Luis Cañas ha emprendido un ambicioso proyecto de vinos parcelarios, seleccionando parcelas por su suelo, orientación y microclima, con la intención de reflejar la máxima autenticidad de cada terruño. Entre ellos destaca Finca El Palacio, un viñedo excepcional de dos hectáreas con 60 años, situado justo al lado de la bodega. Su tamaño, mucho mayor que el habitual en la zona, y su edad lo convierten en un verdadero tesoro. Y que mejor que degustarlo en la sala de catas con vistas a este extraordinario paisaje. ¡Puro lujo!
La relación con los viticultores
La fuerza de Luis Cañas no está solo en sus viñedos propios, sino también en la estrecha relación con los viticultores locales. “Sin ellos, sería imposible manejar más de 1.200 parcelas con criterios de calidad”, reconoce Rubén. Esa complicidad es la que permitió descubrir fenómenos únicos, como el racimo de tempranillo que en 2021 apareció con la mitad de uvas tintas y la otra mitad blancas, un hallazgo que podría abrir la puerta a un nuevo clon de tempranillo blanco.

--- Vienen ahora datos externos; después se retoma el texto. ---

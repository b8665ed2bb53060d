"""Order of the tests: quick ones first, real processes and real time last, with the compile cache warm."""

import pytest

_LATE = ("/process/", "/examples/")


def pytest_collection_modifyitems(items: list[pytest.Item]) -> None:
    """Process tests run after all others, so that no compile disturbs what they measure; the order is otherwise kept."""
    items.sort(key=lambda item: any(place in str(item.path) for place in _LATE))
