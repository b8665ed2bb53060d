"""Arms with closed-form equations, filled directly into model blocks: planar two-link, pendulums, and a published six-joint arm."""

import math
from dataclasses import dataclass

import numpy as np
from numpy.typing import ArrayLike, NDArray

from rtctl.kernels.layout import MODEL, REVOLUTE, new_block
from tests.random_arms import RandomArm, fill_body

Array = NDArray[np.float64]

STANDARD_GRAVITY = 9.80665  # m/s^2, exact by definition


@dataclass(frozen=True)
class Body:
    """One moving body: pose of its frame in the parent at q = 0, and its inertia about the centre of mass."""

    parent: int
    mass: float
    centre: ArrayLike
    I_centre: ArrayLike
    p: ArrayLike = (0.0, 0.0, 0.0)
    R: ArrayLike = ((1.0, 0.0, 0.0), (0.0, 1.0, 0.0), (0.0, 0.0, 1.0))
    kind: int = REVOLUTE
    rotor: float = 0.0


def known_arm(bodies: list[Body], gravity: ArrayLike, tip: ArrayLike = (0.0, 0.0, 0.0)) -> RandomArm:
    """An arm of the given bodies with one frame, `tip`, fixed to the last body."""
    model = new_block(MODEL)
    model["n"] = len(bodies)
    model["gravity"] = gravity
    for i, body in enumerate(bodies):
        model["parent"][i], model["kind"][i], model["rotor"][i] = body.parent, body.kind, body.rotor
        model["R_parent"][i], model["p_parent"][i] = body.R, body.p
        I_centre = np.asarray(body.I_centre, dtype=np.float64)
        fill_body(model, i, body.mass, np.asarray(body.centre), np.diag(I_centre) if I_centre.ndim == 1 else I_centre)
    model["frame_count"] = 1
    model["frame_body"][0] = len(bodies) - 1
    model["R_body_frame"][0] = np.eye(3)
    model["p_body_frame"][0] = tip
    return RandomArm(len(bodies), model, ("tip",))


def rotation_x(angle_rad: float) -> Array:
    c, s = math.cos(angle_rad), math.sin(angle_rad)
    return np.array([[1.0, 0.0, 0.0], [0.0, c, -s], [0.0, s, c]])


@dataclass(frozen=True)
class TwoLink:
    """A planar two-link arm in a vertical plane, q[0] from straight down, q[1] relative; its textbook equations beside it."""

    l1: float
    l2: float
    lc1: float
    lc2: float
    m1: float
    m2: float
    I1: float
    I2: float
    g: float
    rotor: tuple[float, float] = (0.0, 0.0)

    @property
    def arm(self) -> RandomArm:
        """Joint axes along z of the base; x of the base points down."""
        first = Body(-1, self.m1, (self.lc1, 0.0, 0.0), (0.0, self.I1, self.I1), rotor=self.rotor[0])
        second = Body(0, self.m2, (self.lc2, 0.0, 0.0), (0.0, self.I2, self.I2), p=(self.l1, 0.0, 0.0), rotor=self.rotor[1])
        return known_arm([first, second], (self.g, 0.0, 0.0), tip=(self.l2, 0.0, 0.0))

    def inertia_matrix(self, q: ArrayLike) -> Array:
        c = math.cos(np.asarray(q)[1])
        M12 = self.I2 + self.m2 * (self.lc2**2 + self.l1 * self.lc2 * c)
        M22 = self.I2 + self.m2 * self.lc2**2
        M11 = self.I1 + self.I2 + self.m1 * self.lc1**2
        M11 += self.m2 * (self.l1**2 + self.lc2**2 + 2.0 * self.l1 * self.lc2 * c)
        return np.array([[M11 + self.rotor[0], M12], [M12, M22 + self.rotor[1]]])

    def coriolis_torque(self, q: ArrayLike, qd: ArrayLike) -> Array:
        h = self.m2 * self.l1 * self.lc2 * math.sin(np.asarray(q)[1])
        w1, w2 = np.asarray(qd)
        return h * np.array([-2.0 * w1 * w2 - w2**2, w1**2])

    def gravity_torque(self, q: ArrayLike) -> Array:
        q1, q2 = np.asarray(q)
        outer = self.m2 * self.lc2 * self.g * math.sin(q1 + q2)
        return np.array([(self.m1 * self.lc1 + self.m2 * self.l1) * self.g * math.sin(q1) + outer, outer])


# A published direct-drive arm (source kelly2005, table 5.1).
DIRECT_DRIVE = TwoLink(0.26, 0.26, 0.0983, 0.0229, 6.5225, 2.0458, 0.1213, 0.0116, 9.81)
# Invented: long outer link, rotor inertia.
LONG_TWO_LINK = TwoLink(0.4, 0.7, 0.15, 0.33, 3.1, 2.4, 0.05, 0.11, STANDARD_GRAVITY, rotor=(0.3, 0.02))


def rod_pendulum(mass_kg: float, length_m: float) -> RandomArm:
    """A uniform rod that turns about one end, hanging down at q = 0 (x of the base points down)."""
    I_centre = mass_kg * length_m**2 / 12.0
    rod = Body(-1, mass_kg, (length_m / 2.0, 0.0, 0.0), (0.0, I_centre, I_centre))
    return known_arm([rod], (STANDARD_GRAVITY, 0.0, 0.0), tip=(length_m, 0.0, 0.0))


def spherical_pendulum(mass_kg: float, length_m: float) -> RandomArm:
    """A point mass on a rod: q[0] turns about the vertical, q[1] swings about a level axis, down at q = 0 (z of the base is up)."""
    ring = Body(-1, 0.0001, (0.0, 0.0, 0.0), (1e-9, 1e-9, 1e-9))
    point = Body(0, mass_kg, (0.0, -length_m, 0.0), (0.0, 0.0, 0.0), R=rotation_x(math.pi / 2.0))
    return known_arm([ring, point], (0.0, 0.0, -STANDARD_GRAVITY), tip=(0.0, -length_m, 0.0))


def turntable_slider(mass_kg: float, rotor: tuple[float, float] = (0.0, 0.0)) -> RandomArm:
    """A point mass on a radial slider that turns in a level plane: plane polar coordinates (q[0] angle, q[1] radius)."""
    along_x = ((0.0, 0.0, 1.0), (1.0, 0.0, 0.0), (0.0, 1.0, 0.0))  # z of the slider along x of the table
    table = Body(-1, 0.0001, (0.0, 0.0, 0.0), (0.0, 0.0, 0.0), rotor=rotor[0])
    point = Body(0, mass_kg, (0.0, 0.0, 0.0), (0.0, 0.0, 0.0), R=along_x, kind=1, rotor=rotor[1])
    return known_arm([table, point], (0.0, 0.0, -STANDARD_GRAVITY))


def arm6_1986() -> RandomArm:
    """A measured six-joint research arm (source arm6_1986): kinematics of table A1, link data of tables 4 to 6, from memory."""
    alpha = np.radians([0.0, -90.0, 0.0, 90.0, -90.0, 90.0])
    a = (0.0, 0.0, 0.4318, -0.0203, 0.0, 0.0)
    d = (0.0, 0.2435, -0.0934, 0.4331, 0.0, 0.0)
    mass = (0.0, 17.40, 4.80, 0.82, 0.34, 0.09)
    centre = ((0, 0, 0), (0.068, 0.006, -0.016), (0, -0.070, 0.014), (0, 0, -0.019), (0, 0, 0), (0, 0, 0.032))
    I_centre = (
        (0, 0, 0.35),
        (0.130, 0.524, 0.539),
        (0.066, 0.0125, 0.086),
        (1.8e-3, 1.8e-3, 1.3e-3),
        (0.30e-3, 0.30e-3, 0.40e-3),
        (0.15e-3, 0.15e-3, 0.04e-3),
    )
    rotor = (1.14, 4.71, 0.827, 0.200, 0.179, 0.193)
    bodies = []
    for i in range(6):
        R = rotation_x(alpha[i])
        p = np.array([a[i], 0.0, 0.0]) + R @ (0.0, 0.0, d[i])
        bodies.append(Body(i - 1, mass[i], centre[i], I_centre[i], p=p, R=R, rotor=rotor[i]))
    return known_arm(bodies, (0.0, 0.0, -9.81))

“Cada viñedo viejo es una cuenta atrás: cuando desaparezca, se perderán también variedades minoritarias que quizá nunca volvamos a recuperar”, advierte. Por eso, la bodega mantiene un vivero donde preserva cepas casi olvidadas como benedicto o mandón, asegurando que sigan vivas en el futuro.

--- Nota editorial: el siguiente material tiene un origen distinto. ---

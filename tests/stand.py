"""A test stand for single cycles: a two-joint arm, a well-behaved driver in Python and a time that is only counted.

The joint positions are whatever the test sets: no physics. Faults are planted by changing what the driver says or when.
"""

from typing import Any

import numpy as np

from rtctl.blocks import (
    BIT_START,
    INPUT,
    LAW_INPUT,
    LAW_PARAMETERS,
    MEMORY,
    MODE_LIVE,
    MODE_NAMES,
    MODE_READY,
    POINTERS,
    REFERENCE_MEMORY,
    REFERENCE_SAMPLE,
    REQUEST_ASK,
    REQUEST_DRIVE,
    REQUEST_RELEASE,
    ROW,
    SETUP,
    STATUS_BRAKE,
    STATUS_ENABLED,
    STATUS_SIMULATED,
    STATUS_STOP_CHAIN_CLOSED,
    STOP_FAULT,
    TORQUE,
    WATCH_NAMES,
    WIRE_VERSION,
)
from rtctl.causes import cause
from rtctl.cycle import begin_memory, cycle
from rtctl.kernels.compile import callback
from rtctl.kernels.layout import OK, new_block
from rtctl.kernels.memory import array_at, block_at

PERIOD_NS = 1_000_000
ARM_KEY = 77
DRIVER_SESSION = 500
SESSION = 900
HEALTHY = STATUS_ENABLED | STATUS_STOP_CHAIN_CLOSED | STATUS_SIMULATED


def stand_law(model: int, x: int, parameters: int, memory: int, scratch: int, terms: int) -> int:
    """Two terms: Kp times error, and a constant; `extra[0]` is the status returned."""
    x_block = block_at(x, LAW_INPUT)
    p = block_at(parameters, LAW_PARAMETERS)
    flat = array_at(terms, 8 * 16, np.float64)
    for i in range(x_block["n"]):
        flat[i] = p["Kp"][i] * (x_block["q_ref"][i] - x_block["q"][i])
        flat[16 + i] = p["Kd"][i]
    return int(p["extra"][0])


def stand_begin(parameters: int, memory: int, sample: int) -> int:
    """Start at the measured pose; the motion never ends."""
    m = block_at(memory, REFERENCE_MEMORY)
    s = block_at(sample, REFERENCE_SAMPLE)
    for i in range(16):
        m["q_start"][i] = s["q_ref"][i]
    m["end_s"] = np.inf
    return 1


def stand_sample(parameters: int, memory: int, sample: int) -> int:
    """Hold the start pose."""
    m = block_at(memory, REFERENCE_MEMORY)
    s = block_at(sample, REFERENCE_SAMPLE)
    for i in range(16):
        s["q_ref"][i] = m["q_start"][i]
        s["qd_ref"][i] = 0.0
        s["qdd_ref"][i] = 0.0
    return 1


class Driver:
    """What a correct driver says, as plain values that a test may spoil."""

    def __init__(self) -> None:
        self.session = DRIVER_SESSION
        self.sequence = 10
        self.clock_offset_ns = 123_456_789
        self.status = HEALTHY | STATUS_BRAKE
        self.holder = 0
        self.grant = 4
        self.received = (0, 0)
        self.applied = (0, 0)
        self.q = [0.3, -0.2]
        self.qd = [0.0, 0.0]
        self.arm_key = ARM_KEY
        self.version = WIRE_VERSION
        self.hears = True

    def hear(self, torque: np.void) -> None:
        """Take a torque message: the grant on `ask`, the brake on the first `drive`, the rest policy on `release`."""
        if not self.hears:
            return
        self.received = (int(torque["session"]), int(torque["sequence"]))
        request = int(torque["request"])
        if request == REQUEST_ASK and self.holder == 0:
            self.grant += 1
            self.holder = int(torque["session"])
        if self.holder == int(torque["session"]):
            if request == REQUEST_DRIVE and int(torque["grant"]) == self.grant:
                self.applied = self.received
                self.status &= ~STATUS_BRAKE
            if request == REQUEST_RELEASE:
                self.holder = 0
                self.status |= STATUS_BRAKE

    def say(self, state: np.void, now_ns: int) -> None:
        """Fill a state message sampled now."""
        self.sequence += 1
        state["version"] = self.version
        state["arm_key"] = self.arm_key
        state["session"] = self.session
        state["sequence"] = self.sequence
        state["sample_ns"] = now_ns + self.clock_offset_ns
        state["holder"] = self.holder
        state["grant"] = self.grant
        state["received_session"], state["received_sequence"] = self.received
        state["applied_session"], state["applied_sequence"] = self.applied
        state["status"] = self.status
        state["n"] = 2
        state["q"][:2] = self.q
        state["qd"][:2] = self.qd


class Stand:
    """Blocks, driver and time of one rehearsal. `step()` is one cycle."""

    def __init__(self) -> None:
        self.setup, self.pointers, self.memory = new_block(SETUP), new_block(POINTERS), new_block(MEMORY)
        self.input, self.torque, self.row = new_block(INPUT), new_block(TORQUE), new_block(ROW)
        self.driver = Driver()
        self.now_ns = 5_000_000_000
        self.beat = 1
        self.late_ns = 0
        self.silent = False  # no state arrives
        self._fill_setup()
        self._callbacks = [callback(stand_law, "stand", 6), callback(stand_begin, "stand", 3), callback(stand_sample, "stand", 3)]
        law, begin, sample = (entry.address for entry in self._callbacks)
        self.pointers["law"], self.pointers["reference_begin"], self.pointers["reference_sample"] = law, begin, sample
        self.pointers["law_term_count"] = 2
        self.pointers["law_parameters"]["Kp"][:2] = (50.0, 20.0)
        self.pointers["law_parameters"]["extra"][0] = OK
        begin_memory(self.memory)

    def _fill_setup(self) -> None:
        setup = self.setup
        setup["session"], setup["period_ns"] = SESSION, PERIOD_NS
        model = setup["model"]
        model["n"] = 2
        model["parent"][:2] = (-1, 0)
        # A planar arm in the x-y plane of the base: both axes along z, gravity along -y.
        model["R_parent"][:2] = np.eye(3)
        model["p_parent"][1] = (0.3, 0.0, 0.0)
        model["mass"][:2] = (2.0, 1.0)
        model["h"][:2] = ((0.3, 0.0, 0.0), (0.12, 0.0, 0.0))
        model["I"][:2] = ((0.01, 0, 0, 0.07, 0, 0.07), (0.004, 0, 0, 0.02, 0, 0.02))
        model["gravity"][:] = (0.0, -9.80665, 0.0)
        limits = setup["limits"]
        limits["n"], limits["arm_key"] = 2, ARM_KEY
        wide = {
            "q_min": -2.0,
            "q_max": 2.0,
            "qd_max": 3.0,
            "tau_max": 40.0,
            "tau_rate_max": 4000.0,
            "brake_tau_rate_max": 8000.0,
            "error_max": 0.2,
            "still_qd": 0.02,
            "brake_damping": 5.0,
            "hold_stiffness": 100.0,
            "hold_torque_max": 6.0,
        }
        for name, value in wide.items():
            limits[name][:2] = value
        plain = {
            "error_dwell_ns": 5_000_000,
            "demand_dwell_ns": 5_000_000,
            "state_age_max_ns": 8_000_000,
            "resend_max": 3,
            "late_ns": 500_000,
            "late_max": 10,
            "late_window": 1000,
            "side_silent_ns": 50_000_000,
            "loop_delay_max_ns": 10_000_000,
            "glitch_factor": 3.0,
            "valid_for_ns": 10_000_000,
            "still_dwell_ns": 10_000_000,
            "ready_dwell_ns": 20_000_000,
            "hold_margin": 0.8,
            "ramp_ns": 10_000_000,
            "brake_deadline_ns": 300_000_000,
            "estop_stop": STOP_FAULT,
        }
        for name, value in plain.items():
            limits[name] = value

    def step(self, requests: int = 0) -> np.void:
        """One cycle, 1 ms later; returns the row."""
        self.now_ns += PERIOD_NS
        inp = self.input
        inp["deadline_ns"] = self.now_ns
        inp["now_ns"] = self.now_ns + self.late_ns
        inp["state_new"] = 0 if self.silent else 1
        if not self.silent:
            self.driver.say(inp["state"], self.now_ns)
            inp["state_arrival_ns"] = self.now_ns
        self.beat += 1
        inp["side_beat"], inp["side_required"] = self.beat, 1
        inp["requests"] = requests
        assert cycle(self.setup, self.pointers, self.memory, inp, self.torque, self.row) == OK
        self.driver.hear(self.torque)
        return self.row

    def until(self, mode: int, limit: int = 200) -> None:
        """Step until a mode is reached; fails the test when it is not."""
        for _ in range(limit):
            if int(self.step()["mode"]) == mode:
                return
        raise AssertionError(f"{MODE_NAMES[mode]} not reached: {self.says()}")

    def to_live(self) -> "Stand":
        """Off, ready, start, live with the ramp over."""
        self.until(MODE_READY)
        self.step(BIT_START)
        for _ in range(15):
            self.step()
        assert self.mode == MODE_LIVE, self.says()
        return self

    @property
    def mode(self) -> int:
        return int(self.row["mode"])

    @property
    def cause(self) -> str:
        return cause(int(self.row["first_cause"])).name

    def conditions(self) -> set[str]:
        """Names of the watches that trip now."""
        return {name for w, name in enumerate(WATCH_NAMES) if int(self.row["conditions"]) >> w & 1}

    def says(self) -> dict[str, Any]:
        """What a failed test prints."""
        return {
            "mode": MODE_NAMES[self.mode],
            "cause": self.cause,
            "conditions": self.conditions(),
            "tau": self.row["tau_out"][:2],
        }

Innovación sin perder el alma
Rubén insiste en que Rioja debe innovar, pero sin olvidar su identidad: “El error sería llenar la denominación de merlot o malbec; perderíamos lo que somos. La innovación debe surgir de nuestras raíces: del tempranillo, de la garnacha y de esas variedades minoritarias que aún nos acompañan”.
Entre elogios y críticas, Jiménez recuerda un piropo que, según él, tiene un reverso envenenado: “Cuando alguien te dice que eres el mejor en calidad-precio, lo que realmente está diciendo es que no se está valorando todo el trabajo que hay detrás ni se reconoce el precio que realmente merece”. Sus palabras nos hacen sentir más cerca del esfuerzo que hay detrás de cada botella y de la responsabilidad que conlleva mantener la esencia de Luis Cañas frente a percepciones superficiales del mercado.
Por eso, Bodegas Luis Cañas sigue siendo un referente no solo por la calidad de sus vinos, sino también por su empeño en preservar un patrimonio vitícola que, si no lo cuidamos, podría desaparecer en pocas décadas. Con pasión, conocimiento y un equipo entregado, Rubén Jiménez demuestra que el futuro de Rioja se construye sobre la diversidad, la sostenibilidad y, sobre todo, la autenticidad.